DIANE CHISENALL, PLAINTIFF,
v.
JP MORGAN CHASE & CO. AND CHASE BANK, N.A., DEFENDANTS.



The opinion of the court was delivered by: Judge Blanche M. Manning

MEMORANDUM AND ORDER

Plaintiff Diane Chisenall was fired from her job as an assistant branch manager for Chase Bank just months shy of her 20th anniversary with the bank. Chase told Chisenall it fired her because she had violated bank policies, but Chisenall contends that Chase actually fired her because of her age and sex. She has sued Chase under both Title VII of the Civil Rights Act of 1964, see 42 U.S.C. § 2000e, et seq., as well as the Age Discrimination in Employment Act, see 29 U.S.C. § 621, et seq. Chase has moved for summary judgment but, for the reasons stated below, its motion is denied.

BACKGROUND

The following facts are undisputed except where noted. Diane Chisenall began working for what is now known as Chase Bank in September 1987. She started as a teller and, after a series of promotions, became the assistant branch manager of Chase's branch bank in Plainfield, Illinois, in July 2004. Her duties included managing the teller staff, balancing the branch's vault, overriding transactions when necessary, conducting audits, and reconciling errors. As assistant branch manager, Chisenall's immediate supervisor was Plainfield's branch manager. As of October 2005, the Plainfield branch manager was Jose Ventura.

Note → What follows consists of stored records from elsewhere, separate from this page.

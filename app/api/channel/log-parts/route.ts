import { z } from "zod";
import { readLimitedChunks } from "@/lib/api/limited-body";
import { apiRoute } from "@/lib/auth/guards";
import { DomainError } from "@/lib/errors";
import { pushLogPart } from "@/lib/machine-tokens/push-log-part";
import { appendLogPart } from "@/lib/runs/log-parts/append-log-part";
import { LOG_MAX_BYTES } from "@/lib/runs/store-log-while-reading";

const querySchema = z.object({
  run: z.string().regex(/^R-\d{5,}$/, "Name the run by its number, e.g. ?run=R-00012."),
  name: z
    .string()
    .trim()
    .min(1, "Name the file (?name=…).")
    .max(200, "Use a file name of at most 200 characters.")
    .regex(/^[\w .,()+-]+$/, "Use a file name of letters, digits, spaces and . , ( ) + - _ only."),
});

/**
 * One log part pushed by a cycler PC (`npm run push-log`, docs/push-log.md): the raw file as the body,
 * `Authorization: Bearer <token>` of the run's cycler channel, no cookie, no Origin. The proxy leaves this
 * route out (it would refuse a write without an Origin, and buffer the body): the token is the proof of
 * who sends, and it opens no other route (apiRoute reads it only where ROUTE_ACCESS says "machine-token").
 * Answers 202 with the part queued for reading, or 200 when the same bytes were stored before.
 */
export const POST = apiRoute("/api/channel/log-parts", "POST", async (req, { user: machine }) => {
  const url = new URL(req.url);
  const q = querySchema.parse({ run: url.searchParams.get("run") ?? "", name: url.searchParams.get("name") ?? "" });
  const declared = Number(req.headers.get("content-length") ?? Number.NaN);
  if (declared > LOG_MAX_BYTES) throw new DomainError("too-large", `The part is ${(declared / 1048576).toFixed(0)} MiB; a part may be at most ${LOG_MAX_BYTES / 1048576} MiB.`);
  if (!Number.isSafeInteger(declared) || declared < 0) throw new DomainError("invalid", "Send the part with its size (a Content-Length header).");
  const chunks = req.body ? readLimitedChunks(req.body, LOG_MAX_BYTES, () => `A part may be at most ${LOG_MAX_BYTES / 1048576} MiB.`) : emptyBody();
  const outcome = await pushLogPart(machine, q.run, { name: q.name, chunks, sizeBytes: declared }, appendLogPart);
  const body = outcome.outcome === "queued" ? { outcome: "queued", partId: outcome.partId, jobId: outcome.jobId, run: outcome.run } : { outcome: "already-stored", partId: outcome.partId, run: outcome.run };
  return Response.json(body, { status: outcome.outcome === "queued" ? 202 : 200, headers: { "cache-control": "no-store" } });
});

async function* emptyBody(): AsyncIterable<Uint8Array> {}
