import { z } from "zod";
import { apiRoute } from "@/lib/auth/guards";
import { formatResultsCsv, listResultRows } from "@/lib/runs/list-result-rows";
import { readRunResults } from "@/lib/runs/read-run-results";

/** The results of the latest evaluation, one line per step and cycle. */
export const GET = apiRoute("/api/runs/[id]/results.csv", "GET", async (_req, { params }) => {
  const { run, evaluation } = await readRunResults(z.uuid("Not a run id.").parse(params.id));
  return new Response(formatResultsCsv(listResultRows(evaluation)), {
    headers: { "content-type": "text/csv; charset=utf-8", "content-disposition": `attachment; filename="${run.number}-results.csv"` },
  });
});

Some time after Ventura was named branch manager, Chisenall complained to Ventura's supervisor, district manager Mary Jo Adamis, that Ventura was second-guessing her, not listening to her, and made her feel like he did not want her at the branch. Chisenall also contends that Ventura told her that he wanted her gone and asked when she was going to retire, although Ventura denies making those comments. In response to Chisenall's complaints, Adamis called Chisenall and Ventura together for a meeting. After the meeting, Ventura included Chisenall in more of the decision-making that involved branch tellers, but according to Chisenall he "still used the same tone with her." (Response to Rule 56.1 Statements [45-1] at 6).

The events that immediately preceded Chisenall's termination began on Tuesday, February 6, 2007. On that date, Chisenall worked as a teller and engaged in a buy/sell coin transaction with another teller, Priscilla Juskevice, in which Juskevice exchanged $110 in cash from her drawer for $110 in rolled coins from Chisenall's drawer. Normally Chisenall and Juskevice would record such transactions on notepaper next to their drawers and use the notepaper to balance their cash drawers at the end of their shift. But apparently Juskevice forgot to account for the transaction on her notepaper, which first came to light at the close of business when Juskevice's cash drawer was out of balance. The practice of tracking a drawer's balance on notepaper and entering the tally into Chase's electronic banking system at the end of the workday is inconsistent with Chase's written Balancing Teller/Vault Cash policies, which requires that cash and coins in tellers' cash drawers be either hand or machine counted at the end of their working day. See Balancing Teller/Vault Cash Policies (Appendix to Rule 56.1 Statements [43-1] at A0168).

Juskevice and branch employee Leonardo Ibarra discovered the discrepancy in Juskevice's drawer after Chisenall had completed her shift and returned home. Ibarra called Chisenall at home to report the discrepancy. Chisenall gave Ibarra her managerial password to Chase's electronic banking system to Ibarra so that he could override the discrepancy in order to close the branch for the night, even though he was not a manager. Chisenall did not return to the branch that evening.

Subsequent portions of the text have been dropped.